I feel like shit. My mood plummeted. Really quickly.
I feel low, so so low.
Suicidal, impulsive, scared I might do something irrational.
Its hard to think. Its hard to put it into words.
I feel like shit and I feel like a failure. I can do nothing right.
its late. and i’ve been thinking. and i hate when i start to think, because my mind starts going in a lot of directions. i start going to dark places, thinking dark thoughts.
tonight i’ve been thinking about all the suicide attempts I’ve had in the past. and how none of them ever worked. then i start to wonder, why? was there a reason? was I just lucky?
sometimes I am glad they never worked. on my good days I am so glad. but on my bad days I just want an end to the pain, no matter what I have to do to achieve it.
its hard living with anxiety and depression, its hard to go through each day faking happiness. smiling when inside your actually dying.
some nights here nitro is my reason for holding on. i love him and i would never ever want him to be left all alone. he wouldnt understand, and so i bring him to me and we cuddle and i snuggle into his soft fur and will myself to hold on for just another day.
so for this question its a little more serious.
what would you say your worst symptom is that you struggle with, mine is anxiety and ptsd stuff.
do you think enough is being done to combat the stigma of mental illness, or would you like to see more done, if so, what could or should be done to combat stigma?

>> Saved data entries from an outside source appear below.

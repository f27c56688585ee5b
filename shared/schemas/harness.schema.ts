/**
 * The harness as it is built: wires with both ends, splices, ground points and the relay and fuse
 * box. The contract between the client, the server and the checks.
 */
import { z } from 'zod';
import { FUSE_TYPES, type FuseType } from '../domain/electrical/fuses.ts';
import { IdParam, noteText, optionalText, requiredText } from './common.schema.ts';
import { WIRE_ZONES, type WireZone } from './feeds.schema.ts';
import {
  InsulationRatingSchema,
  WireColourSchema,
  WireSizeMm2Schema,
} from './wire-fields.schema.ts';

/** What a wire end is fastened to. */
export const END_KINDS = [
  'pin',
  'splice',
  'ground',
  'relay',
  'fuse',
  'source',
  'unresolved',
] as const;
export type EndKind = (typeof END_KINDS)[number];

/** Relay terminals by DIN 72552: 30 supply, 87 output, 87a normally closed, 85/86 the coil. */
export const RELAY_TERMINALS = ['30', '87', '87a', '85', '86'] as const;
export type RelayTerminal = (typeof RELAY_TERMINALS)[number];
/** A fuse position's two sides. */
export const FUSE_TERMINALS = ['in', 'out'] as const;
export type FuseTerminal = (typeof FUSE_TERMINALS)[number];

/** Named sources a wire can start from. */
export const SOURCES = ['battery', 'ignition', 'starter'] as const;
export type SourceName = (typeof SOURCES)[number];
export const SOURCE_LABELS: Record<SourceName, string> = {
  battery: 'Battery +',
  ignition: 'Ignition switched',
  starter: 'Starter signal',
};

/** A record id in a request body. */
const RefId = z.number().int().positive();

export const WireEnd = z.discriminatedUnion('kind', [
  z.strictObject({ kind: z.literal('pin'), refId: RefId }),
  z.strictObject({ kind: z.literal('splice'), refId: RefId }),
  z.strictObject({ kind: z.literal('ground'), refId: RefId }),
  z.strictObject({ kind: z.literal('relay'), refId: RefId, terminal: z.enum(RELAY_TERMINALS) }),
  z.strictObject({ kind: z.literal('fuse'), refId: RefId, terminal: z.enum(FUSE_TERMINALS) }),
  z.strictObject({ kind: z.literal('source'), source: z.enum(SOURCES) }),
  z.strictObject({ kind: z.literal('unresolved'), text: optionalText(200) }),
]);
export type WireEnd = z.infer<typeof WireEnd>;

const wireShape = {
  label: requiredText(20).optional(),
  colour: WireColourSchema.optional(),
  sizeMm2: WireSizeMm2Schema.optional(),
  insulationRatingC: InsulationRatingSchema.optional(),
  lengthM: z.number().min(0).max(100).nullable().optional(),
  zone: z.enum(WIRE_ZONES).optional(),
  branch: optionalText(80).optional(),
  notes: noteText(2000).optional(),
  /** Wires sharing a twist group are twisted together ("T1"); empty when run loose. */
  twistGroup: optionalText(12).optional(),
  /** Runs inside a shielded cable. */
  shielded: z.boolean().optional(),
};

export const CreateWireRequest = z.strictObject({
  ...wireShape,
  ends: z.tuple([WireEnd, WireEnd]),
});
export type CreateWireRequest = z.infer<typeof CreateWireRequest>;

export const UpdateWireRequest = z.strictObject({
  ...wireShape,
  ends: z.tuple([WireEnd, WireEnd]).optional(),
  version: z.number().int().min(0),
});
export type UpdateWireRequest = z.infer<typeof UpdateWireRequest>;

export interface Wire {
  id: number;
  conversionId: number;
  label: string;
  colour: string;
  sizeMm2: number | null;
  insulationRatingC: number | null;
  lengthM: number | null;
  zone: WireZone;
  branch: string;
  notes: string;
  /** Absent in revisions frozen before wires recorded it (read as ''). */
  twistGroup?: string;
  /** Absent in revisions frozen before wires recorded it (read as false). */
  shielded?: boolean;
  ends: [WireEnd, WireEnd];
  version: number;
}

export const GROUND_LOCATIONS = ['engine_block', 'chassis', 'body', 'ecu_local'] as const;
export type GroundLocation = (typeof GROUND_LOCATIONS)[number];
export const GROUND_LOCATION_LABELS: Record<GroundLocation, string> = {
  engine_block: 'Engine block',
  chassis: 'Chassis',
  body: 'Body',
  ecu_local: 'At the ECU',
};

export const CreateSpliceRequest = z.strictObject({
  label: requiredText(20).optional(),
  sealed: z.boolean().optional(),
  branch: optionalText(80).optional(),
  /** Distance from the branch's datum, mm. */
  distanceMm: z.number().min(0).max(20_000).nullable().optional(),
  notes: noteText(2000).optional(),
});
export type CreateSpliceRequest = z.infer<typeof CreateSpliceRequest>;
export const UpdateSpliceRequest = CreateSpliceRequest.extend({ version: z.number().int().min(0) });
export type UpdateSpliceRequest = z.infer<typeof UpdateSpliceRequest>;

export interface Splice {
  id: number;
  conversionId: number;
  label: string;
  sealed: boolean;
  branch: string;
  distanceMm: number | null;
  notes: string;
  version: number;
}

export const CreateGroundPointRequest = z.strictObject({
  label: requiredText(20).optional(),
  location: z.enum(GROUND_LOCATIONS),
  /** Cross-section of the strap or main ground cable, mm². */
  strapSizeMm2: z.number().positive().max(200).nullable().optional(),
  notes: noteText(2000).optional(),
});
export type CreateGroundPointRequest = z.infer<typeof CreateGroundPointRequest>;
export const UpdateGroundPointRequest = CreateGroundPointRequest.partial().extend({
  version: z.number().int().min(0),
});
export type UpdateGroundPointRequest = z.infer<typeof UpdateGroundPointRequest>;

export interface GroundPoint {
  id: number;
  conversionId: number;
  label: string;
  location: GroundLocation;
  strapSizeMm2: number | null;
  notes: string;
  version: number;
}

export const POSITION_KINDS = ['relay', 'fuse'] as const;
export type PositionKind = (typeof POSITION_KINDS)[number];

export const BoxPositionInput = z.discriminatedUnion('kind', [
  z.strictObject({
    kind: z.literal('relay'),
    label: requiredText(12),
    contactRatingA: z.number().positive().max(200),
    coilResistanceOhm: z.number().positive().max(100_000).nullable(),
    feedId: RefId.nullable(),
  }),
  z.strictObject({
    kind: z.literal('fuse'),
    label: requiredText(12),
    fuseType: z.enum(FUSE_TYPES),
    ratingA: z.number().positive().max(500),
    feedId: RefId.nullable(),
  }),
]);
export type BoxPositionInput = z.infer<typeof BoxPositionInput>;

export const CreateBoxRequest = z.strictObject({
  label: requiredText(40),
  notes: noteText(2000).optional(),
  positions: z.array(BoxPositionInput).max(60),
});
export type CreateBoxRequest = z.infer<typeof CreateBoxRequest>;
export const UpdateBoxRequest = CreateBoxRequest.partial().extend({
  version: z.number().int().min(0),
});
export type UpdateBoxRequest = z.infer<typeof UpdateBoxRequest>;

export type BoxPosition =
  | {
      id: number;
      kind: 'relay';
      label: string;
      contactRatingA: number;
      coilResistanceOhm: number | null;
      feedId: number | null;
    }
  | {
      id: number;
      kind: 'fuse';
      label: string;
      fuseType: FuseType;
      ratingA: number;
      feedId: number | null;
    };

export interface Box {
  id: number;
  conversionId: number;
  label: string;
  notes: string;
  positions: BoxPosition[];
  version: number;
}

/** The harness of a conversion, as the checks, diagrams and worksheet read it. */
export interface Harness {
  wires: Wire[];
  splices: Splice[];
  groundPoints: GroundPoint[];
  boxes: Box[];
}

/** The harness as a snapshot freezes it: row versions left out, as for pins and feeds. */
export interface SnapshotHarness {
  wires: Array<Omit<Wire, 'version'>>;
  splices: Array<Omit<Splice, 'version'>>;
  groundPoints: Array<Omit<GroundPoint, 'version'>>;
  boxes: Array<Omit<Box, 'version'>>;
}

/** A harness without its row versions. */
export function withoutVersions(h: Harness): SnapshotHarness {
  const strip = <T extends { version: number }>({ version: _v, ...rest }: T) => rest;
  return {
    wires: h.wires.map(strip),
    splices: h.splices.map(strip),
    groundPoints: h.groundPoints.map(strip),
    boxes: h.boxes.map(strip),
  };
}

export const HarnessItemParams = z.strictObject({ id: IdParam });
export const CircuitParams = z.strictObject({ id: IdParam, refId: IdParam });
export type CircuitParams = z.output<typeof CircuitParams>;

i did what eileen suggested, i got up and i went out of the house. i went to the basement club. i am here now. its quiet here not many members are in yet because its early. today is their open day, they have an open day once a month where anyone can come in and view the place get information etc. i’m happy i came out. i didnt realise how much i’d missed the place. it was actually my mom who convinced me to go. she called me and i was still in my PJ’s and she said to me that I should get out of the house. I think she was worried about me isolating. I had a bad night with flashbacks and emotions coming up and I just felt like crap. I didnt stay awake after I wrote the blog post at 2 AM I went back to bed and I was able to go back to sleep so that was good. I plan on staying at the basement club for the entire day today. Until about 4 PM. Then my friend Norma is coming over tonight to my house for a few hours. I think Eileen will be proud of me. I am taking care of myself. I am looking after my mental health. That is what she told me to do. Stay well, make sure I keep myself well.
its 2:30 AM. I dont feel safe. I feel like I could do something impulsive to end things. suicidal thoughts are invading my mind.
I hate that. I hate when it happens.
Death is all I can think about. I’m in a very dark place.
I just cant see a reason to keep on going.
everything feels black and awful. i feel like i am drowning.
i’m just not safe.
thoughts blurr, mind spins, do it, dont, distract, react, oh god someone anyone help me.
all i seem to do is survive. when can i start to thrive? when can i be done with just surviving? when will the war be over? my therapist says its already over. i dont feel it though. i still feel the need to be in survival mode. peace doesnt seem real to me, it doesnt seem like i have the option of freedom or peace. my world is full of triggers, my senses are constantly on high alert. there are trigger dates around every corner, pulling me backwards into the past. so how then am i supposed to thrive, when i have to try to survive these triggers? just some ponderings, not sure i’ll ever find the ansers.